В одном из стихотворений, посвященных Микашевичам, я писал:
«…Дождавшись звезд, с душой разгоряченной,
Я с «Рио-Ритой» встречусь в эрдэка.
Прости, Господь, за храм твой оскверненный,
За всех сейчас прошу, издалека…»
Сегодня мне хочется попросить прощения не только у Господа, но и у простых жителей Микашевич тех лет, которым мы, не ведая того, причинили душевные страдания. Простите нас, неразумных…
От администрации сайта "Взял на себя смелость добавить комментарии читателей к данной статьи, высказанные нашими читателями в то время, когда статья размещалась на старом сайте. Думаю, что они тоже будут очень интересны, так как содержат воспоминания очевидцев."

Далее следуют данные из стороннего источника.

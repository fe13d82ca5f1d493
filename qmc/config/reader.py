"""Typed reading of TOML values with located errors: every problem names the file and the key.

:class:`TableReader` holds the file ``path``, its ``text`` and the parsed TOML ``data``; its methods
check one value each (a table, an integer, a number, a text, a choice, an expression) and raise
:class:`~qmc.errors.UserError` with ``where = "<file>: <key>"``.
"""

from __future__ import annotations

import math
from pathlib import Path
from typing import Any

from qmc.config.expressions import Expression, Number, parse_expression
from qmc.config.schema import HOME, RENAMED_KEYS
from qmc.errors import UserError, describe_value, did_you_mean

__all__ = ["TableReader"]


class TableReader:
    """Reads the values of one configuration file; see the module docstring."""

    def __init__(self, path: Path, text: str, data: dict[str, Any]) -> None:
        self.path, self.text, self.data = path, text, data

    def where(self, key: str) -> str:
        return f"{self.path}: {key}"

    def fail(self, key: str, message: str) -> UserError:
        return UserError(message, self.where(key))

    def table(self, key: str, required: bool = True) -> dict[str, Any]:
        """The section ``[key]`` (``{}`` when optional and absent)."""
        value = self.data.get(key)
        if value is None:
            if required:
                raise self.fail(key, f"missing section [{key}]")
            return {}
        if not isinstance(value, dict):
            raise self.fail(key, f"[{key}] must be a section (a table), got {describe_value(value)}")
        return value

    def check_keys(self, key: str, table: dict, allowed: dict[str, str], required: tuple[str, ...],
                   label: str) -> None:
        """Refuse unknown keys of ``table`` (with a hint: a close spelling, the key's section, or the new
        name of a renamed key) and report the first missing required key with its meaning."""
        for k in table:
            if (key, k) in RENAMED_KEYS:
                raise self.fail(f"{key}.{k}", f"'{k}' in {label} was renamed: use {RENAMED_KEYS[key, k]} "
                                              "instead")
            if k not in allowed:
                hint = did_you_mean(k, allowed)
                if not hint and k in HOME and HOME[k] != label:
                    hint = f" ('{k}' belongs in {HOME[k]})"
                raise self.fail(f"{key}.{k}", f"unknown key '{k}' in {label}{hint}; "
                                              f"allowed keys: {', '.join(allowed)}")
        for k in required:
            if k not in table:
                raise self.fail(f"{key}.{k}", f"missing required key '{k}' in {label} ({allowed[k]})")

    def integer(self, key: str, value: Any, minimum: int | None = None) -> int:
        if isinstance(value, float) and value.is_integer():
            value = int(value)
        if isinstance(value, bool) or not isinstance(value, int):
            raise self.fail(key, f"must be an integer, got {describe_value(value)}")
        if minimum is not None and value < minimum:
            raise self.fail(key, f"must be at least {minimum}, got {value}")
        return value

    def number(self, key: str, value: Any) -> Number:
        if isinstance(value, bool) or not isinstance(value, int | float):
            raise self.fail(key, f"must be a number, got {describe_value(value)}")
        if not math.isfinite(value):
            raise self.fail(key, f"must be a finite number, got {value}")
        return value

    def string(self, key: str, value: Any) -> str:
        if not isinstance(value, str):
            raise self.fail(key, f"must be a text in quotes, got {describe_value(value)}")
        return value

    def choice(self, key: str, value: Any, choices: tuple[str, ...], what: str) -> str:
        value = self.string(key, value)
        if value not in choices:
            raise self.fail(key, f"unknown {what} {value!r}{did_you_mean(value, choices)}; "
                                 f"choose one of: {', '.join(choices)}")
        return value

    def expression(self, key: str, value: Any) -> Expression:
        return parse_expression(value, self.where(key))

#1 mihail 21.01.2013 22:39 Спасибо, Леонид за рассказ! Растревожил память - спать не буду.... Только хочу спросить, почему не вспомнил таких барацко-фабричных фамилий как Михнюки, Черенки ? А вообще , еще раз благодарю за полешуцкую память и хочу заметить- тебя тоже помнят в Микашевичах !

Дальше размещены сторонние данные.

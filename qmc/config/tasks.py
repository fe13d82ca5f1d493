"""Scan expansion: every point of the scan times every independent copy is one :class:`Task`.

Task ids join the scanned (not derived) values in file order with the copy number, e.g. ``L8_g2.5_c0``; an
entry that lists expressions enters with its value at the point (``beta = ["L", "2*L"]`` gives
``L8_beta8_c0`` and ``L8_beta16_c0``; ``c0`` alone for a ground-state search without scanned values).
The random stream of a task is ``stream_seed(seed, seed_key)`` with ``seed_key`` built from the sorted
parameter values and the copy index only, so it depends neither on the order of the scan, nor on the
task id's text, nor on where the task runs.
"""

from __future__ import annotations

import itertools
from dataclasses import dataclass
from typing import Any

import qmc.models as models
from qmc.config.expressions import Number, format_number
from qmc.config.schema import (
    COPY_PARAM,
    EXPLICIT,
    SIGNED_TERMS,
    GroundState,
    LatticeSpec,
    ModelSection,
    RunSection,
    Sampling,
    ScanEntry,
    TermSpec,
    check_coupling,
)
from qmc.errors import UserError

__all__ = ["Task", "expand_tasks", "canonical_number"]

_NEED_EVEN = ("chain", "square", "bilayer", "cubic")  # bipartite with periodic boundaries only for even L


@dataclass(frozen=True)
class Task:
    """One simulation: a point of the scan and a copy number, with everything resolved to numbers.

    ``terms`` are dicts whose keys other than ``type`` are the keyword arguments of the models term
    classes (``bonds``/``shape``, numeric ``coupling``, optional ``symmetrize``, ``name``).  ``explicit`` is
    ``{"sites", "bonds", "classes"}`` for an explicit lattice, else None.  ``params`` holds the scan values
    and ``copy``; ``colors`` is the number of colours per site (2: S = 1/2 spins).  The random stream of the
    task is ``stream_seed(seed, seed_key)``.  ``exchange_group``
    names the replica-exchange ladder the task belongs to (tasks that differ only in the exchanged
    parameter ``exchange`` share it), or is None without exchange; the ladder's swap decisions draw from
    ``stream_seed(seed, exchange_seed_key)``.  With ``ground_state`` (``[ground_state]``) ``beta`` is the
    first stage's, ``start_beta``, and the task doubles it (:mod:`qmc.chain.doubling`).
    """

    task_id: str
    params: dict[str, Number]
    lattice_kind: str
    size: tuple[int, ...]
    boundary: str
    terms: list[dict[str, Any]]
    beta: float
    copy: int
    sampling: Sampling
    seed_key: str
    exchange: str | None
    seed: int = 0
    exchange_group: str | None = None
    exchange_seed_key: str | None = None
    explicit: dict[str, Any] | None = None
    source: str = ""
    colors: int = 2
    ground_state: GroundState | None = None


def canonical_number(v: Number) -> str:
    """Exact, type-blind text of a number (8 and 8.0 give the same), used in seed keys and fingerprints."""
    return repr(float(v))


def expand_tasks(source: str, run: RunSection, lattice: LatticeSpec, terms: tuple[TermSpec, ...],
                 scan: tuple[ScanEntry, ...], sampling: Sampling, model: ModelSection | None = None,
                 ground_state: GroundState | None = None) -> list[Task]:
    """All tasks: cartesian product of the scan entries in file order (first slowest), copies inner.

    Derived entries are evaluated per point; beta, sizes and couplings are checked per task, with the
    point named in the message (``source`` is the file name for messages).
    """
    base = [e for e in scan if not e.derived]
    derived = [e for e in scan if e.derived]
    plain = [e for e in base if not e.choices]
    exchange = sampling.exchange
    explicit = None
    if lattice.kind == EXPLICIT:
        explicit = {"sites": lattice.sites, "bonds": lattice.bonds, "classes": lattice.classes}
    tasks: list[Task] = []
    for combo in itertools.product(*(e.choices or e.values for e in base)):
        picked = dict(zip((e.name for e in base), combo, strict=True))
        values: dict[str, Number] = {e.name: picked[e.name] for e in plain}
        context = " (for " + ", ".join(f"{k}={format_number(v)}" for k, v in values.items()) + ")"
        for e in base:
            if e.choices:
                values[e.name] = _choice(source, e, picked[e.name], values, context)
        for e in derived:
            values[e.name] = e.expression.evaluate(values, f"{source}: scan.{e.name}")
        params = {e.name: values[e.name] for e in scan}
        beta = values["beta"] if ground_state is None else ground_state.start_beta
        if not beta > 0:
            others = ", ".join(f"{k}={format_number(v)}" for k, v in values.items() if k != "beta")
            raise UserError(f"beta = {format_number(beta)}" + (f" (for {others})" if others else "")
                            + " must be positive", f"{source}: scan.beta")
        size = _resolve_size(source, lattice, values, context)
        colors = _resolve_colors(source, model or ModelSection(), terms, values, context)
        resolved = [_resolve_term(source, i, t, values, context) for i, t in enumerate(terms)]
        label = "_".join(f"{e.name}{format_number(values[e.name])}" for e in base)
        key = ";".join(f"{k}={canonical_number(params[k])}" for k in sorted(params))
        rest = [f"{e.name}{format_number(values[e.name])}" for e in base if e.name != exchange]
        for c in range(sampling.copies):
            group = "_".join([*rest, f"c{c}"]) if exchange is not None else None
            # The seed keys below are frozen: their text fixes every random stream, so it keeps the
            # word "replica" (the copy index's name in earlier releases) and the old group label.
            ladder_key = "exchange:" + "_".join([*rest, f"r{c}"]) if exchange is not None else None
            tasks.append(Task(
                task_id="_".join([*([label] if label else []), f"c{c}"]), params={**params, COPY_PARAM: c},
                lattice_kind=lattice.kind,
                size=size, boundary=lattice.boundary, terms=[dict(d) for d in resolved], beta=float(beta),
                copy=c, sampling=sampling, seed_key=f"{key};replica={c}", exchange=exchange, seed=run.seed,
                exchange_group=group, exchange_seed_key=ladder_key, explicit=explicit, source=source,
                colors=colors, ground_state=ground_state))
    return tasks


def _choice(source: str, e: ScanEntry, expr: Any, values: dict[str, Number], context: str) -> Number:
    """The value of one choice of a list of expressions; two choices of equal value at one point would
    make two equal tasks, and are refused."""
    where = f"{source}: scan.{e.name}"
    value = expr.evaluate(values, where)
    others = [c for c in e.choices if c is not expr and c.evaluate(values, where) == value]
    if others:
        raise UserError(f"{expr.text!r} and {others[0].text!r} are both {format_number(value)}{context}: one "
                        "task would be run twice", where)
    return value


def _resolve_colors(source: str, model: ModelSection, terms: tuple[TermSpec, ...], values: dict[str, Number],
                    context: str) -> int:
    """The task's number of colours: a whole number from 2 to MAX_COLOURS; with more than 2 no heisenberg,
    xxz or field term (they are defined through S = 1/2 spin operators)."""
    if model.colors is None:
        return 2
    where = f"{source}: model.colors"
    v = model.colors.evaluate(values, where)
    if float(v) != int(v) or not 2 <= v <= models.MAX_COLOURS:
        raise UserError(f"colors = {format_number(v)}{context if model.colors.names else ''} must be a whole "
                        f"number from 2 to {models.MAX_COLOURS}", where)
    v = int(v)
    for i, t in enumerate(terms):
        if v > 2 and t.type == "heisenberg":
            raise UserError(f"a heisenberg term (S_i.S_j of S = 1/2 spins) needs colors = 2, not {v}"
                            f"{context if model.colors.names else ''}; for SU({v}) use type = \"projector\" "
                            "(-J sum P_ij, which for two colours is J S_i.S_j - J/4)",
                            f"{source}: terms[{i}].type")
        if v > 2 and t.type in ("xxz", "field"):
            article = "an" if t.type == "xxz" else "a"
            raise UserError(f"{article} {t.type} term (S = 1/2 spin operators) needs colors = 2, not {v}"
                            f"{context if model.colors.names else ''}", f"{source}: terms[{i}].type")
    return v


def _resolve_term(source: str, i: int, t: TermSpec, values: dict[str, Number],
                  context: str) -> dict[str, Any]:
    where = f"{source}: terms[{i}].coupling"
    coupling = t.coupling.evaluate(values, where)
    if t.type not in SIGNED_TERMS:
        check_coupling(coupling, where, context)
    d: dict[str, Any] = {"type": t.type}
    if t.type in ("heisenberg", "projector", "xxz"):
        d["bonds"] = t.bonds
    elif t.type == "projector-product":
        d["shape"] = t.shape
    d["coupling"] = float(coupling)
    if t.delta is not None:
        d["delta"] = float(t.delta.evaluate(values, f"{source}: terms[{i}].delta"))
    if t.staggered is not None:
        d["staggered"] = t.staggered
    if t.symmetrize is not None:
        d["symmetrize"] = t.symmetrize
    if t.name is not None:
        d["name"] = t.name
    return d


def _resolve_size(source: str, lat: LatticeSpec, values: dict[str, Number], context: str) -> tuple[int, ...]:
    if lat.kind == EXPLICIT:
        return (lat.sites,)
    size = []
    for i, expr in enumerate(lat.size):
        key = lat.size_key(i)
        v = expr.evaluate(values, f"{source}: {key}")
        if isinstance(v, float):
            if not v.is_integer():
                raise UserError(f"{expr.text!r} = {format_number(v)}{context} is not an integer",
                                f"{source}: {key}")
            v = int(v)
        if v < 2:
            raise UserError(f"{expr.text!r} = {v}{context} is too small: every length must be at least 2",
                            f"{source}: {key}")
        if v % 2 and lat.boundary == "periodic" and lat.kind in _NEED_EVEN:
            raise UserError(f"{expr.text!r} = {v}{context} is odd: a periodic {lat.kind} lattice needs even "
                            "lengths to be bipartite (use an even size or boundary = \"open\")",
                            f"{source}: {key}")
        size.append(v)
    return tuple(size)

#2 Дмитрий 22.01.2013 15:40 Да, про бараки не упомянуто, а так статья хорошая, можно еще что-нибудь в этом духе.
#3 Леонид Вертель 22.01.2013 16:35 Сейчас заканчиваю четвертую главу. Может быть, в ней что-нибудь найдется. По поводу того, что кого-то не вспомнил. Такая цель не ставилась. Например, с Ирой Михнюк я учился в одном классе, бывал много раз в гостях.

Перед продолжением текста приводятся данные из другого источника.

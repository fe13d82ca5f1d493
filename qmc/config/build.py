"""The Hamiltonian of a task: build and compile its model, with model errors located in the config file."""

from __future__ import annotations

import json
import re
from collections.abc import Iterator
from typing import Any

import qmc.models as models
from qmc.config.run_config import RunConfig
from qmc.config.tasks import Task
from qmc.errors import UserError
from qmc.models import CompiledModel, ModelError

__all__ = ["build_model", "distinct_models", "validate", "measures_with_loops"]

DIRECTED_TERM_TYPES = ("xxz", "field")
"""Term types whose S = 1/2 models run on directed loops (``models.compile``: xxz and field terms, and the
heisenberg terms of a model with a field), which are not updated loop by loop independently."""


def measures_with_loops(task: Task) -> bool:
    """Whether the task's chain measures with the loop estimators: ``[sampling] estimators = "improved"``
    and a model whose loops are updated independently (no directed loops: N > 2 colours, or no xxz or field
    term).  The chain layer decides the same from the compiled model
    (:func:`qmc.chain.simulation.uses_loop_estimators`); tests/engine/test_loop_estimators.py checks that
    they agree."""
    if task.sampling.estimators != "improved":
        return False
    return task.colors > 2 or not any(t["type"] in DIRECTED_TERM_TYPES for t in task.terms)


def build_model(task: Task) -> CompiledModel:
    """Compile the Hamiltonian of one task.

    A ``models.ModelError`` becomes a UserError located in the configuration file, e.g.
    ``"configs/x.toml: terms[2].bonds"`` (``[[terms]]`` blocks counted from 0).
    """
    try:
        if task.explicit is not None:
            lat = _explicit_lattice(task.explicit)
        else:
            lat = models.build_lattice(task.lattice_kind, task.size, task.boundary)
    except ModelError as exc:
        raise _located(exc.within("lattice"), task) from None
    terms = []
    classes = {"heisenberg": models.HeisenbergTerm, "projector": models.ProjectorTerm,
               "projector-product": models.ProjectorProductTerm, "xxz": models.XXZTerm,
               "field": models.FieldTerm}
    for i, d in enumerate(task.terms):
        kwargs = {k: v for k, v in d.items() if k != "type"}
        cls = classes[d["type"]]
        try:
            terms.append(cls(**kwargs))
        except ModelError as exc:
            raise _located(exc.within(f"terms[{i}]"), task) from None
    wall = None
    if task.domain_wall is not None:
        d = task.domain_wall
        wall = models.DomainWall(wall=d["wall"], pin=d["pin"], pattern=d["pattern"])
    try:
        return models.compile_model(lat, terms, colours=task.colors, wall=wall)
    except ModelError as exc:
        raise _located(exc, task) from None


def _explicit_lattice(spec: dict[str, Any]) -> models.Lattice:
    n, bonds, classes = spec["sites"], spec["bonds"], spec["classes"]
    if classes is None:
        return models.Lattice.from_bonds(n, [list(b) for b in bonds])
    if bonds is None:
        return models.Lattice.from_bonds(n, {k: [list(b) for b in v] for k, v in classes.items()})
    owner = {frozenset(b): name for name, members in classes.items() for b in members}
    return models.Lattice.from_bonds(n, [list(b) for b in bonds], [owner[frozenset(b)] for b in bonds])


def _located(exc: ModelError, task: Task) -> UserError:
    key = exc.where or ""
    if task.explicit is not None:  # models names a class of the bond mapping as bonds['name']
        key = re.sub(r"^lattice\.bonds\['([^']*)'\]", r"lattice.classes.\1", key)
    where = f"{task.source}: {key}" if key else task.source
    return UserError(f"{exc.message} (task {task.task_id})", where)


def distinct_models(config: RunConfig) -> Iterator[tuple[Task, CompiledModel]]:
    """Every distinct model of the run, built once (one after the other), with the first task that has it."""
    seen: set[str] = set()
    for task in config.tasks():
        key = json.dumps([task.lattice_kind, task.size, task.boundary, task.explicit, task.terms,
                          task.colors, task.domain_wall], sort_keys=True, default=list)
        if key not in seen:
            seen.add(key)
            yield task, build_model(task)


def validate(config: RunConfig) -> int:
    """Build every distinct model of the run once, so that model errors surface before any run starts.

    Returns the number of distinct models built.
    """
    return sum(1 for _ in distinct_models(config))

#4 Оlegek 23.01.2013 14:35 Cпасибо Леониду, окунул в историю нашего городка. Конечно поменялось многое, да и почти всё, тогда ж ведь было послевоенное время и другие технологии и всё! НО интересно было узнать интересные моменты того времени. А не разрушен был город потому как маленький был наверное, бомбили большие города и где войска были.
#5 mihail 23.01.2013 23:46 Немцы людей не трогали, бабушка рассказывала. Даже из полевой кухни еду давали (дети приходили и им немцы давали есть) - кухня немецкая стояла у Шпаковских по-моему - это за трансформатором , напротив Донских. Это все было до того как Конопацкий не взорвал немцев в кинотеатре (сейчас там музей, но кинобудка осталась). После этого немцы очень строго относились к людям и тогда же начались облавы т.е. выезды немцев в окрестные деревни. Бабушка говорила, что они одевали халаты сероватого цвета и уезжали, а вечером приезжали злые - халаты были все в крови. Заставляли женщин стирать, и начинали пить, а когда напивались то вываливали на улицу и начинали стрелять по лесу, что за басейном стоял. И люди вечером выходили на двор и смотрели - в какой стороне был пожар, что бы знать - какую очередную деревню сожгли (было, что и с жителями - д. Ситницкий Двор например, даже еще живых закапывали: моей мамы сестру закопали - говорили, что долго кровь текла из-под земли и земля шевелилась.